Collected data:
+ + + +

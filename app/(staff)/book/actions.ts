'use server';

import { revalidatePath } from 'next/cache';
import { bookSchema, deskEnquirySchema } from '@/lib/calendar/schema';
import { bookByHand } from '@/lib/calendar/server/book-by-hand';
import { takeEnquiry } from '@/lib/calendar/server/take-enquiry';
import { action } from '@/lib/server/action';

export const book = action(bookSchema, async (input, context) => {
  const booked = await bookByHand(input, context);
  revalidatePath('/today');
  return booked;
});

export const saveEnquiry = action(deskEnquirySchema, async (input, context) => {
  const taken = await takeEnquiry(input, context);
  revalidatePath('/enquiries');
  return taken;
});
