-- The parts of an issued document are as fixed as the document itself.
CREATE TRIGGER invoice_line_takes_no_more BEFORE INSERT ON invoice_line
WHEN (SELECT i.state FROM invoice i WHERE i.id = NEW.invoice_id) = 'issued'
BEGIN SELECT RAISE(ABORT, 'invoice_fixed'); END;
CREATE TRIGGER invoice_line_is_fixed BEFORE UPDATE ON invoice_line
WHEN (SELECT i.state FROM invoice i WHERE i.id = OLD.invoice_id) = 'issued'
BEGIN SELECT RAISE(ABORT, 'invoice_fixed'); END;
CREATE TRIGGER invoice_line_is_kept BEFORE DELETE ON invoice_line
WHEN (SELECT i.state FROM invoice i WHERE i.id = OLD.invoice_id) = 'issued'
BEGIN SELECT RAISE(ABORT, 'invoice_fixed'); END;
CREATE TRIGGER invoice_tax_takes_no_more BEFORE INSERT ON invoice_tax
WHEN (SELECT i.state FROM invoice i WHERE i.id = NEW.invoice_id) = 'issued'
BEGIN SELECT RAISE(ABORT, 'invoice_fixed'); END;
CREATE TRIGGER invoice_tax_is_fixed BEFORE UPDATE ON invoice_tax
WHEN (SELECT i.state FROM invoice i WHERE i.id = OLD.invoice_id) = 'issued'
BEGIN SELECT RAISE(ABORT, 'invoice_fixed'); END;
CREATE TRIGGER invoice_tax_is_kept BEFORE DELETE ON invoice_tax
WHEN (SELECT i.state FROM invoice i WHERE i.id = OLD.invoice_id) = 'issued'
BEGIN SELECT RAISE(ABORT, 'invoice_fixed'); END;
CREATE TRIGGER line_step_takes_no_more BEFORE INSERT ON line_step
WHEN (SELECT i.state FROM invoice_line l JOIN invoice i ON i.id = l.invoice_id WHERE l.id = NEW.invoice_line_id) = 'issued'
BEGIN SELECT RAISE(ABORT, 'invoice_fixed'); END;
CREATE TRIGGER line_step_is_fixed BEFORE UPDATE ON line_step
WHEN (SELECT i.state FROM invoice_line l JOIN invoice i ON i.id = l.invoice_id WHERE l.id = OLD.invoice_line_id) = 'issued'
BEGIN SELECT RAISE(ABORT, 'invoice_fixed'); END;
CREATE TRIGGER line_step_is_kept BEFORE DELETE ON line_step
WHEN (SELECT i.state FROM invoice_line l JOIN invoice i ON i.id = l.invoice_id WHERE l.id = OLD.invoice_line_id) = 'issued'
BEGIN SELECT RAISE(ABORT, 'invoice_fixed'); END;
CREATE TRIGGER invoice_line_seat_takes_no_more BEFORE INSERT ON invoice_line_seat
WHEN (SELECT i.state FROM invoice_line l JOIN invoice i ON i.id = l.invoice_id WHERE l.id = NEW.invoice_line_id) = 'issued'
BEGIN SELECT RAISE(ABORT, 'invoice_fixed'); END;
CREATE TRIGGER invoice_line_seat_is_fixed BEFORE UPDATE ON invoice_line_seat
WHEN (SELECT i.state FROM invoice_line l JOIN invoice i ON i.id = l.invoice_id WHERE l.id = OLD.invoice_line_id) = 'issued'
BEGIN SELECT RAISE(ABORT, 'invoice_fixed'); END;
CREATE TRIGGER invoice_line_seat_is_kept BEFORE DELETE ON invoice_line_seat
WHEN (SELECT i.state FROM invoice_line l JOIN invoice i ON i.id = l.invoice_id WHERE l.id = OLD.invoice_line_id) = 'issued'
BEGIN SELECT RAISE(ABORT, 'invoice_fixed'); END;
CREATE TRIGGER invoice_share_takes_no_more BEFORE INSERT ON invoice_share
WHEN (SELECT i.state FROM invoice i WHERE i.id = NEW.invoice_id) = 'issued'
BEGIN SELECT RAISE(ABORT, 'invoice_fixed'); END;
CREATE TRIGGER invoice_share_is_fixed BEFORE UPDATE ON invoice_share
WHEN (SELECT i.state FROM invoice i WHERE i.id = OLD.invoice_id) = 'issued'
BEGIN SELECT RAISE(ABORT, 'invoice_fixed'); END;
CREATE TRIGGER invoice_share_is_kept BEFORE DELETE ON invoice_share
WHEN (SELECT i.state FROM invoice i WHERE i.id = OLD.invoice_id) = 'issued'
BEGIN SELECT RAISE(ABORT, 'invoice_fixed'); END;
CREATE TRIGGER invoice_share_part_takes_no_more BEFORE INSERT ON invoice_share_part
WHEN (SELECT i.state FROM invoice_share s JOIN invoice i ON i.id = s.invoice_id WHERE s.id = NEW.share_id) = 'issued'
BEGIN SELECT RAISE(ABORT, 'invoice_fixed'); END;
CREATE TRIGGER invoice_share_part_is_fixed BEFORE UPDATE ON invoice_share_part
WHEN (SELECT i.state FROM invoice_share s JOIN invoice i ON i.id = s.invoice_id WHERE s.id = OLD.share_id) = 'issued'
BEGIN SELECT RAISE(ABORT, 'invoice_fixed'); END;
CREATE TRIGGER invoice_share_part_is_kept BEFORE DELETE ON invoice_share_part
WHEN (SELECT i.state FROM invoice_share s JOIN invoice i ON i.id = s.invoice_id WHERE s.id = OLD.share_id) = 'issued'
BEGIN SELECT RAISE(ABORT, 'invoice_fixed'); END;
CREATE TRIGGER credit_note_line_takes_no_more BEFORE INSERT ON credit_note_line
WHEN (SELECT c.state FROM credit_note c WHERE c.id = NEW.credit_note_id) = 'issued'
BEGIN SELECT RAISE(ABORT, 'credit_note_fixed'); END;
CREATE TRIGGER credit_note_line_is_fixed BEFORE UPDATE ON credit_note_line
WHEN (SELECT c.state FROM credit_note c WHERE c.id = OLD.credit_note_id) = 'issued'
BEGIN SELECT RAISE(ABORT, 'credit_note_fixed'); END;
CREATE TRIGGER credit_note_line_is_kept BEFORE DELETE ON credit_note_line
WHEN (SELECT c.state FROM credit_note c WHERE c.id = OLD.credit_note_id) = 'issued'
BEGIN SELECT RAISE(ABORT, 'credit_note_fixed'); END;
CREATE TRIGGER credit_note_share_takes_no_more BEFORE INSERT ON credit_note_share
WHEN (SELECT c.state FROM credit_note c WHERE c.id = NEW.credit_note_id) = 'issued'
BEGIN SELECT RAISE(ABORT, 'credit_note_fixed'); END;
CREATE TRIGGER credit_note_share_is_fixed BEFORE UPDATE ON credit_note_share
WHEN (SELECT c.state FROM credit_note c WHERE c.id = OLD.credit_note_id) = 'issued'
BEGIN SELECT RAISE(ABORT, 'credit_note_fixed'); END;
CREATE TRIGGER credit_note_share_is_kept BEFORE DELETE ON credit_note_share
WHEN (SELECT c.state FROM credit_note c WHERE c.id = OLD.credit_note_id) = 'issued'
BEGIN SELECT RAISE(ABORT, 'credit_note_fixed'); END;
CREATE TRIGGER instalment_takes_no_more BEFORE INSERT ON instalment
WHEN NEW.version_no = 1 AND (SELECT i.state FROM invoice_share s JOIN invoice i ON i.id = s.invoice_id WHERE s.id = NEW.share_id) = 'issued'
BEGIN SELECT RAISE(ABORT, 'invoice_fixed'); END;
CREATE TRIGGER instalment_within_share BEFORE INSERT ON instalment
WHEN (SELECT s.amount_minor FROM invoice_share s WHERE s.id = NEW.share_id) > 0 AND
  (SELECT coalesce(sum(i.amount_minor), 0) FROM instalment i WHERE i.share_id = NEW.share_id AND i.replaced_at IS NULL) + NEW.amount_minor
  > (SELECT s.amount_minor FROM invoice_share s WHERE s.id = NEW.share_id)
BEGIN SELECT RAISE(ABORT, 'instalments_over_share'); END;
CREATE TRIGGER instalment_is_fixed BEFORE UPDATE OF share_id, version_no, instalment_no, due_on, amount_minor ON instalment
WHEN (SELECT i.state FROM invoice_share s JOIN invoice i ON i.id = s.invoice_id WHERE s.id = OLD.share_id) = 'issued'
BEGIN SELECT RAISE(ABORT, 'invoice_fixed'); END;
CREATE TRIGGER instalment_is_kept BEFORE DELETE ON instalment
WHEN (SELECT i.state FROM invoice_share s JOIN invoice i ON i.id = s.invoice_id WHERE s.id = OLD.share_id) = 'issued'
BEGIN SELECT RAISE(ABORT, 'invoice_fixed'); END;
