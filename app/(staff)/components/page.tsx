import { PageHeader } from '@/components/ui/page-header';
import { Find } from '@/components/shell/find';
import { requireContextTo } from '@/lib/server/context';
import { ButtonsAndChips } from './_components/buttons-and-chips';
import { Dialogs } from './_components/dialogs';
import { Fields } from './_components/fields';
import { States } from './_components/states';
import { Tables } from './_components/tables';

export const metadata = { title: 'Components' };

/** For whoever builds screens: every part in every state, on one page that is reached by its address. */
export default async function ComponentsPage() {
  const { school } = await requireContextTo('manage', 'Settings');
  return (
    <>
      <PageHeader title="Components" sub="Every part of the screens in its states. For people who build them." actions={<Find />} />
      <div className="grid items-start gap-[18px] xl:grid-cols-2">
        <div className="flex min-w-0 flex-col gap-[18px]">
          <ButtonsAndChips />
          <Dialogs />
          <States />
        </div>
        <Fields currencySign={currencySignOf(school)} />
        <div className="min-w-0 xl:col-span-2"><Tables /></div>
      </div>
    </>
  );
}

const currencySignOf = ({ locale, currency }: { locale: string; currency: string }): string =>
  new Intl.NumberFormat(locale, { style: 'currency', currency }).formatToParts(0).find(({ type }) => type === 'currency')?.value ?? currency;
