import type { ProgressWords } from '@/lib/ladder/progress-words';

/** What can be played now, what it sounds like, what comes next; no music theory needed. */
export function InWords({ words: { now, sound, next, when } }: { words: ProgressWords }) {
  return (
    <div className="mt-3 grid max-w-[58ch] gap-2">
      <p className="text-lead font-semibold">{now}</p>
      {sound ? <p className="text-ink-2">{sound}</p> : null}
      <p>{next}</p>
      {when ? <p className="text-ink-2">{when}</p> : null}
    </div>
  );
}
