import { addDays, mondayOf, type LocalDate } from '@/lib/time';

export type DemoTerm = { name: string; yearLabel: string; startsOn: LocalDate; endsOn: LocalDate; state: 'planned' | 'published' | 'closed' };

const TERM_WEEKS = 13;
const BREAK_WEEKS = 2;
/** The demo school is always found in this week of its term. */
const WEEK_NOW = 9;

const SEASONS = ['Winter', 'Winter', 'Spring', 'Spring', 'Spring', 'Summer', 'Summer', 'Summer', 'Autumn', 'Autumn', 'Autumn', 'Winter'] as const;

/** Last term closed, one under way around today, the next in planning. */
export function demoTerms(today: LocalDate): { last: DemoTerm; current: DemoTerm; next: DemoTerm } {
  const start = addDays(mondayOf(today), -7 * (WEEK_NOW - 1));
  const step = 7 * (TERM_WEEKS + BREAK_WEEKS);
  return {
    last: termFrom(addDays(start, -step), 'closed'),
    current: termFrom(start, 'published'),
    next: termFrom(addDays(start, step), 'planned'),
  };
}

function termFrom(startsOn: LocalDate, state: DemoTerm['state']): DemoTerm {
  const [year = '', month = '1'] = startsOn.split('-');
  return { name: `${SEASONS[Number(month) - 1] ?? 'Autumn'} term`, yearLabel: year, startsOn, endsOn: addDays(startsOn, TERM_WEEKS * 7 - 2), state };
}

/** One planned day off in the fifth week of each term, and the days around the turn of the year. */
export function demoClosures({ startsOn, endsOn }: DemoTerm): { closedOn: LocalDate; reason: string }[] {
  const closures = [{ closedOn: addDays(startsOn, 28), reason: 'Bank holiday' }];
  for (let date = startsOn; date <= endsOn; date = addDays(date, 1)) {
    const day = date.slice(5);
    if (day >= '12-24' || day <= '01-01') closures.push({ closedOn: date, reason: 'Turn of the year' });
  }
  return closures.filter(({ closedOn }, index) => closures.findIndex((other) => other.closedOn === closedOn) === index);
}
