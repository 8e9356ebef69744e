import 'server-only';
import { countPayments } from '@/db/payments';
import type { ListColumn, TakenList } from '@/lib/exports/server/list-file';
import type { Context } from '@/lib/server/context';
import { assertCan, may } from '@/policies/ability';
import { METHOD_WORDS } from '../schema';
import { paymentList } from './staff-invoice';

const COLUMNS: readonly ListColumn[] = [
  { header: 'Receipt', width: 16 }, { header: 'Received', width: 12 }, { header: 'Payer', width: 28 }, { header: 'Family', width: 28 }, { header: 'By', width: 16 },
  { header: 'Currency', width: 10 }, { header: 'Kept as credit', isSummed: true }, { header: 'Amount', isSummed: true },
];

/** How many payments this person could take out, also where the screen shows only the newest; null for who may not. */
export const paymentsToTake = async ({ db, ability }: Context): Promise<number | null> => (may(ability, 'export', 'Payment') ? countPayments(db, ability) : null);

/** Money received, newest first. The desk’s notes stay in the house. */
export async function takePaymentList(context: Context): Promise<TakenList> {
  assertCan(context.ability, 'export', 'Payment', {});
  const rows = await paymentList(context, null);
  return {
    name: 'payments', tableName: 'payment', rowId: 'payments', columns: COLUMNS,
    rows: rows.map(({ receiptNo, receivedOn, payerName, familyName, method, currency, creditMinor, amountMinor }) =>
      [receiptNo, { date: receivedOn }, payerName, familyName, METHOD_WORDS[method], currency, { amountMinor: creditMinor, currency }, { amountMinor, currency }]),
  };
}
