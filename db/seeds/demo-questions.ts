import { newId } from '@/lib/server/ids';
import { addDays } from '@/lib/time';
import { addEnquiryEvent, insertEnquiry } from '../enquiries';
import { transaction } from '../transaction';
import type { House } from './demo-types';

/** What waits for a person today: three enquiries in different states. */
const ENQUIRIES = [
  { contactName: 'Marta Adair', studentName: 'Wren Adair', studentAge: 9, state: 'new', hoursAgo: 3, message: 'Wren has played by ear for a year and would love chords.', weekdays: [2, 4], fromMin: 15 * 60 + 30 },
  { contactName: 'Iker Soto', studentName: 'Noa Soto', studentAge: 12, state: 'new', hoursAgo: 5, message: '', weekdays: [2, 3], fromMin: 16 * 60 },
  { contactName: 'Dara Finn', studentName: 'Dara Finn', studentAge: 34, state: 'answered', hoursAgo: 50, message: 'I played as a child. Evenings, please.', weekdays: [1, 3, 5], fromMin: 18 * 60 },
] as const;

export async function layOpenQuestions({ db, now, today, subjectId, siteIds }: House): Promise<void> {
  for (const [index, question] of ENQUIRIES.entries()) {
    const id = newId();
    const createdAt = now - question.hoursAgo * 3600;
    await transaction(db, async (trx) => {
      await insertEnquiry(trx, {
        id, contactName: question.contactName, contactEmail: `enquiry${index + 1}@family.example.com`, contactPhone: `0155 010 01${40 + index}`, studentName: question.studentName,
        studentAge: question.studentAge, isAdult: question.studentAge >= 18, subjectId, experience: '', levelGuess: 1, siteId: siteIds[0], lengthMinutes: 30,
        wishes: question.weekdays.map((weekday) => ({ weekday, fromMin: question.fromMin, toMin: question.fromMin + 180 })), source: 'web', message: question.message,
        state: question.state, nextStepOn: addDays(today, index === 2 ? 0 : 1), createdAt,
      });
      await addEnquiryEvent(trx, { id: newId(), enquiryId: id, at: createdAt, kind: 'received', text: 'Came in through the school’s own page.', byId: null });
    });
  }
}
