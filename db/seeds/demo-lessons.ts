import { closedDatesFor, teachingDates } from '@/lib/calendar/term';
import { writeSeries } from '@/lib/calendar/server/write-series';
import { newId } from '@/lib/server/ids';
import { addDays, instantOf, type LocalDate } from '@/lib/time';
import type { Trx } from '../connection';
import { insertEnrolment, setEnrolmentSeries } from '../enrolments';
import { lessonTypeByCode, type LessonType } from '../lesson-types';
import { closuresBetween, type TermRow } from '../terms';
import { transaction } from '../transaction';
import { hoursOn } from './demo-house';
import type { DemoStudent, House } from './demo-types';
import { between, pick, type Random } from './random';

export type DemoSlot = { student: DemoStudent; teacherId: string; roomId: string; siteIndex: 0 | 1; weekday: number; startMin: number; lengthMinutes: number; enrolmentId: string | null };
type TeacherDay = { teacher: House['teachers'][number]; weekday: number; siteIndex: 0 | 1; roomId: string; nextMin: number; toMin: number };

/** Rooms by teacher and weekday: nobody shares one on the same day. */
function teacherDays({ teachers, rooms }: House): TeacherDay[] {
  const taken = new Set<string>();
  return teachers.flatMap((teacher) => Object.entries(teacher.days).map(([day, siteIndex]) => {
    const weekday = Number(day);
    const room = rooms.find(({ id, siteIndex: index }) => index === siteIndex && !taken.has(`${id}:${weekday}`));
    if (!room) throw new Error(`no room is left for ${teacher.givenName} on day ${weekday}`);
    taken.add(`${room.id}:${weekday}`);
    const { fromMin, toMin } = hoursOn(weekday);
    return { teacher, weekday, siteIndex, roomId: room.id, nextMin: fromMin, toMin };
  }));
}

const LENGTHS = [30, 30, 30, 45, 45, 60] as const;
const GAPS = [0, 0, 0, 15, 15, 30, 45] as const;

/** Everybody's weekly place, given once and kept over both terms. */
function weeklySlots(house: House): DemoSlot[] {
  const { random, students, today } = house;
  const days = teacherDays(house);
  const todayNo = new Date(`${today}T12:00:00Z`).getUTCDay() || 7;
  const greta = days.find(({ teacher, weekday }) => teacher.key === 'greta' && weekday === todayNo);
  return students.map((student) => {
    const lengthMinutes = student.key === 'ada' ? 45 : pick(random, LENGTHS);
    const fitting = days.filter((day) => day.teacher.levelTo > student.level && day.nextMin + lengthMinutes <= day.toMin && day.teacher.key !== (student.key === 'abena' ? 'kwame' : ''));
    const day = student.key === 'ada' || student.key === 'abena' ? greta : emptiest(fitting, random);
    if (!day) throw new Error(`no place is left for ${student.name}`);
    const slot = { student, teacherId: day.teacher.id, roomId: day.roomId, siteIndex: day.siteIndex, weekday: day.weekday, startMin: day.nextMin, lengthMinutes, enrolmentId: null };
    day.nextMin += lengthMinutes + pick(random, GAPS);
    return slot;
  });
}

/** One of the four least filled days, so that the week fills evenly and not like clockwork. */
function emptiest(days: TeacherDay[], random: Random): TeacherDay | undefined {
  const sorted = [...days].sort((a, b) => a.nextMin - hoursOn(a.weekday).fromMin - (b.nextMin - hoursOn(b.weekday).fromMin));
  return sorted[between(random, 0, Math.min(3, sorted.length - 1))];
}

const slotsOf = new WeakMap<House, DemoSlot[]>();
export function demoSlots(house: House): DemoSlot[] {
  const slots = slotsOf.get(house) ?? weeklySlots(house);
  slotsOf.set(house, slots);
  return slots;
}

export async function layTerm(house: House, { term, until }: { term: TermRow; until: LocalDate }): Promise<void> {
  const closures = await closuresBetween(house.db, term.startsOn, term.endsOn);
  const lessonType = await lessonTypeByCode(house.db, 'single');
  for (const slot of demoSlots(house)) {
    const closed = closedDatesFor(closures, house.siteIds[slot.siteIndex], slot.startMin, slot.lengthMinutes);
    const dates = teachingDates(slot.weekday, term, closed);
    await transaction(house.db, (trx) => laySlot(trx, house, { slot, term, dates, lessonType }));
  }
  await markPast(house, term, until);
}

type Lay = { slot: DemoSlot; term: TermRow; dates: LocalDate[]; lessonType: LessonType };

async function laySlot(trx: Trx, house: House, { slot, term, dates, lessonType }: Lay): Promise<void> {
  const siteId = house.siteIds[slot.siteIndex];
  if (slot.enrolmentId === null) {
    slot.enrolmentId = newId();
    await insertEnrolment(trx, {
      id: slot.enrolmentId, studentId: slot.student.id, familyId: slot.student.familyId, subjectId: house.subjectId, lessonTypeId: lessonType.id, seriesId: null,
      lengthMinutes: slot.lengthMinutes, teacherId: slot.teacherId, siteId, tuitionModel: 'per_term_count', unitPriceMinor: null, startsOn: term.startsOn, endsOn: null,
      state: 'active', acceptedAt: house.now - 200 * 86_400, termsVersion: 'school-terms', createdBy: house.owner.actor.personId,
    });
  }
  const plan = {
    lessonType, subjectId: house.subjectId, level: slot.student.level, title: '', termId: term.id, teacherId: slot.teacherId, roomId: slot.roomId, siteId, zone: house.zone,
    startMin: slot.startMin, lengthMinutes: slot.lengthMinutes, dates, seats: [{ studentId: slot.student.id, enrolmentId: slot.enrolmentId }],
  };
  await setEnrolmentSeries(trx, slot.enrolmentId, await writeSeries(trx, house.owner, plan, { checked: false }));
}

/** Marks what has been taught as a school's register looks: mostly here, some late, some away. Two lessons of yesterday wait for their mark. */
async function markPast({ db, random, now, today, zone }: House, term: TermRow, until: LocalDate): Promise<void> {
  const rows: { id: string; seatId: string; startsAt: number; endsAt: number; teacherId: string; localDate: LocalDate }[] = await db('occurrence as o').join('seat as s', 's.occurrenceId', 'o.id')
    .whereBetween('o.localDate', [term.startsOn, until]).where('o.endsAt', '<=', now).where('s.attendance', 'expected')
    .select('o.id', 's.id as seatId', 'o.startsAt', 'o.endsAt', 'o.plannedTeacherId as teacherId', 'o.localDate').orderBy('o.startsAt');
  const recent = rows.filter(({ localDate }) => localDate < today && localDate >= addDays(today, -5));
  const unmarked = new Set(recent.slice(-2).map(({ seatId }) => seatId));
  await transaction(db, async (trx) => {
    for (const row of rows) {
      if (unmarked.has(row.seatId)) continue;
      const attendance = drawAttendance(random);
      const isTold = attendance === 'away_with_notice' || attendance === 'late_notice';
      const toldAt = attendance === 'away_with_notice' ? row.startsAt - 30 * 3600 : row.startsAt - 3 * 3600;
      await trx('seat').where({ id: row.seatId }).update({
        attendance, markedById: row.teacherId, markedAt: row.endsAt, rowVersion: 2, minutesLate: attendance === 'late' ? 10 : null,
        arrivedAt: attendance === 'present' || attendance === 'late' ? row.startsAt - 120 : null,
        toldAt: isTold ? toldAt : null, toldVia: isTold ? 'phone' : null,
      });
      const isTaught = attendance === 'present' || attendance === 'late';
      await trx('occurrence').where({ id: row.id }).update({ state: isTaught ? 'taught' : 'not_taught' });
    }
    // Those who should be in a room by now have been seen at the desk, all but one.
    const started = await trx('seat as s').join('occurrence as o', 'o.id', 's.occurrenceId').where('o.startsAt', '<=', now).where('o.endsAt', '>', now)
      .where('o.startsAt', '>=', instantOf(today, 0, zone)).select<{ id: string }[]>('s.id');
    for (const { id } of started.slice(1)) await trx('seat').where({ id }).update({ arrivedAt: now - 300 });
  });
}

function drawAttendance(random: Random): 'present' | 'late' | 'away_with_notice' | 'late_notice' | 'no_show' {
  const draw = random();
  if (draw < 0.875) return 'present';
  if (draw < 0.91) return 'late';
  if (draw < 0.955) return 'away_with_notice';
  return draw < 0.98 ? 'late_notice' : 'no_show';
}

+ + + +

## Your instructions
Tally up the lines of the data above where the string "booked" appears, and give only the count.

## Exercise answer
2